After our MNS family night around Kubah National Park's celebrated frog pond (February 22-23, 2014), Ryan got a late-night lift home with Hans while I stayed on with Yeo for a bit of morning birding. There weren't a lot of birds about, as it happened, but in the daylight I could at least appreciate the vegetation: things like the bicycle-wheel leaves of the common Fan Palm (Licuala sp).
Once again, I felt the lack of a handy botanist keenly. What are these handsome red berries?
How about this attractive spike of yellow flowers, growing along the road edge? A monocot of some sort, I presume?
This may be Spindle Ginger (Hornstedtia havilandii). According to Lamb et al., A Guide to the Gingers of Borneo (Natural History Publications (Borneo), 2013), skippers (like the unobtrusive little butterfly in this photo) cannot reach the plant's pollen and so act, intentionally or otherwise, as nectar thieves, feeding at the flowers but not pollinating them.
With Yeo as a companion, I can always count on seeing things I would probably have missed otherwise. The Indian Cuckoo (Cuculus micropterus) is a bird that I hear almost everywhere in Malaysia (its four-note song vaguely recalls the opening theme of Beethoven's Fifth Symphony), but it is frustratingly difficult to spot.
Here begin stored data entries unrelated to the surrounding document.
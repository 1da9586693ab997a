/**
 * The Fortran front end, by a lexer that joins lines and a recursive-descent parser of our own: no grammar of the language is packaged for
 * the runtime that the others use, both source forms and all standards since FORTRAN 77 have to be read, and since no word is reserved, a
 * parser that looks at whole statements tells `end = 5` from an end and recovers at the next line of code that is being written.
 * A file is split at its procedures by a scan of its lines, and only pieces that changed are parsed.
 */
import type { FrontEnd, FrontEndEntry, Parsed } from '../frontend.ts';
import { reuseChunks } from '../reuse.ts';
import { chunkOf } from './chunk.ts';
import { splitPieces } from './pieces.ts';
import { printFortran } from './print.ts';
import { neighbourOf, resolveModule } from './resolve.ts';
import { formOf } from './tokens.ts';

const fortranFrontEnd: FrontEnd = {
  language: 'fortran',
  endings: ['.f90', '.f95', '.f03', '.f08', '.f', '.for', '.ftn'],
  style: { comment: '!', power: '**', pi: 'pi', print: printFortran, toRadians: [], toDegrees: [], piNames: ['pi'], define: () => undefined },
  parse,
  resolve: resolveModule,
  neighbour: neighbourOf,
};

export const fortranEntry: FrontEndEntry = { language: 'fortran', onTrial: true, endings: fortranFrontEnd.endings, create: () => fortranFrontEnd };

function parse(text: string, file: string, previous?: Parsed): Parsed {
  const form = formOf(file);
  const spans = splitPieces(text, form);
  const before = previous?.program.file === file ? previous.program.chunks : [];
  const kept = reuseChunks(before, text, spans, () => true);
  const chunks = spans.map((span, at) => kept[at] ?? chunkOf(text.slice(span.start, span.end), file, span.start, form));
  return { text, program: { language: 'fortran', file, chunks }, tree: undefined, release: () => undefined };
}
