import fc from 'fast-check';
import { describe, expect, it } from 'vitest';
import type { Parsed } from '../../../server/src/frontends/frontend.ts';
import { faultsOf } from '../../../server/src/program/well-formed.ts';
import { showProgram } from '../../harness/show-program.ts';
import { javascript, typescript } from './helpers.ts';
import { script } from './script.ts';

const file = 'script.js';
const fragments = ['\n', ' ', '//', '/*', '*/', '/** [m] */', '"', "'", '`', '(', ')', '[', ']', '{', '}', ':', '=', ',', ';', '...', '\r', '\0', '.', '@', '=>', 'function f(', 'class A {', 'export ', 'import ', 'x = 2;\n', '// [m]\n', 'é', '𝒳', '!', '?', '<T>', 'async ', '${'];
const anyEdit = fc.record({ at: fc.double({ min: 0, max: 1, noNaN: true }), length: fc.nat(40), text: fc.oneof(fc.constantFrom(...fragments), fc.constant(''), fc.string({ maxLength: 6 })) });

describe('parsing on from a previous version', () => {
  it('gives well-formed programs for any edits', () => {
    fc.assert(fc.property(fc.array(anyEdit, { minLength: 1, maxLength: 5 }), (edits) => {
      let parsed = javascript.parse(script, file);
      for (const { at, length, text } of edits) {
        const start = Math.floor(at * parsed.text.length);
        const edited = parsed.text.slice(0, start) + text + parsed.text.slice(start + length);
        parsed = javascript.parse(edited, file, parsed);
        expect(faultsOf(parsed.program, edited)).toEqual([]);
      }
      parsed.release();
    }), { numRuns: 60 });
  });
});

describe('chunks', () => {
  it.each<[string, (text: string) => string]>([
    ['a changed line', (text) => text.replace('const y = 1', 'const y = 3')],
    ['a line in a function', (text) => text.replace('18 * mu', '17 * mu')],
    ['a line in its documentation', (text) => text.replace('grain size', 'size')],
    ['a line at the end', (text) => `${text}const last = 1;\n`],
  ])('only what changed is lowered again: %s', (_name, change) => {
    const previous = javascript.parse(script, file);
    const old = new Set(previous.program.chunks);
    const after = javascript.parse(change(script), file, previous);
    expect(after.program.chunks.filter((chunk) => !old.has(chunk))).toHaveLength(1);
    expect(showProgram(after.program, true)).toBe(showProgram(javascript.parse(change(script), file).program, true));
  });
});

describe('any text', () => {
  it.each([['JavaScript', javascript], ['TypeScript', typescript]])('every beginning of a script parses to a well-formed program: %s', (_name, host) => {
    let previous: Parsed | undefined;
    for (let length = 0; length <= script.length; length++) {
      const text = script.slice(0, length);
      previous = host.parse(text, file, previous);
      expect(faultsOf(previous.program, text)).toEqual([]);
    }
    expect(previous?.program.chunks.flatMap((chunk) => chunk.problems)).toEqual([]);
  });

  it('never throws', () => {
    fc.assert(fc.property(fc.string({ maxLength: 80 }), (text) => {
      expect(faultsOf(javascript.parse(text, file).program, text)).toEqual([]);
    }), { numRuns: 150 });
  });
});
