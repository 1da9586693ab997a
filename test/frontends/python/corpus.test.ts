/** Real scripts, where a folder of them is named: `TERMWISE_CORPUS=<folder> npx vitest run test/frontends`. */
import { readdirSync, readFileSync } from 'node:fs';
import { join } from 'node:path';
import { describe, expect, it } from 'vitest';
import { faultsOf } from '../../../server/src/program/well-formed.ts';
import { parsePython } from '../../harness/python.ts';

const folder = process.env['TERMWISE_CORPUS'];

describe.skipIf(folder === undefined)('every script of the corpus', () => {
  it('lowers to a well-formed program', () => {
    const files = scriptsIn(folder ?? '.');
    expect(files.length).toBeGreaterThan(0);
    for (const file of files) {
      const text = readFileSync(file, 'utf8');
      expect(faultsOf(parsePython(text), text), file).toEqual([]);
    }
  });
});

function scriptsIn(folder: string): readonly string[] {
  return readdirSync(folder, { recursive: true, encoding: 'utf8' }).filter((name) => name.endsWith('.py')).map((name) => join(folder, name));
}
Despite considerable efforts I had never actually set eyes on one. For Yeo, of course, spotting this bird, calling from the crown of a tree, was no problem at all.
Also high overhead was this Black-eared Pygmy Squirrel (Nannosciurus melanotis), sprawled against a tree trunk in typical fashion.
Identifying members of the "crow" group of Danaiine butterflies can be tricky, especially considering that there are other butterflies (and moths) that mimic them. The absence of a complete guide to Bornean butterflies doesn't help. Nonethless, I am going to go out on a limb and suggest that this butterfly, picking up salts from the sweat of human palms along the guard rail at the frog pond, is a Malayan Crow (Euploea camaralzeman scudderi).
This forest-floor butterfly is one of the Barons (Euthalia sp.), possibly E. aconthea.
Yeo has an excellent ear. Otherwise, we would never have found this Grey-chested Jungle Flycatcher (Rhinomyias umbratilis), an uncommon and inconspicuous bird. Getting as decent look required a bit of careful pursuit through the undergrowth.
The Yellow-rumped Flowerpecker (Prionochilus xanthopygius), a common Borneo endemic, is usually much easier to find.
As the heat of the day set in and the birds quieted down, there was not much left to see except for the water striders (Family Gerridae) skating, as they always do, over the surface of the frog pond.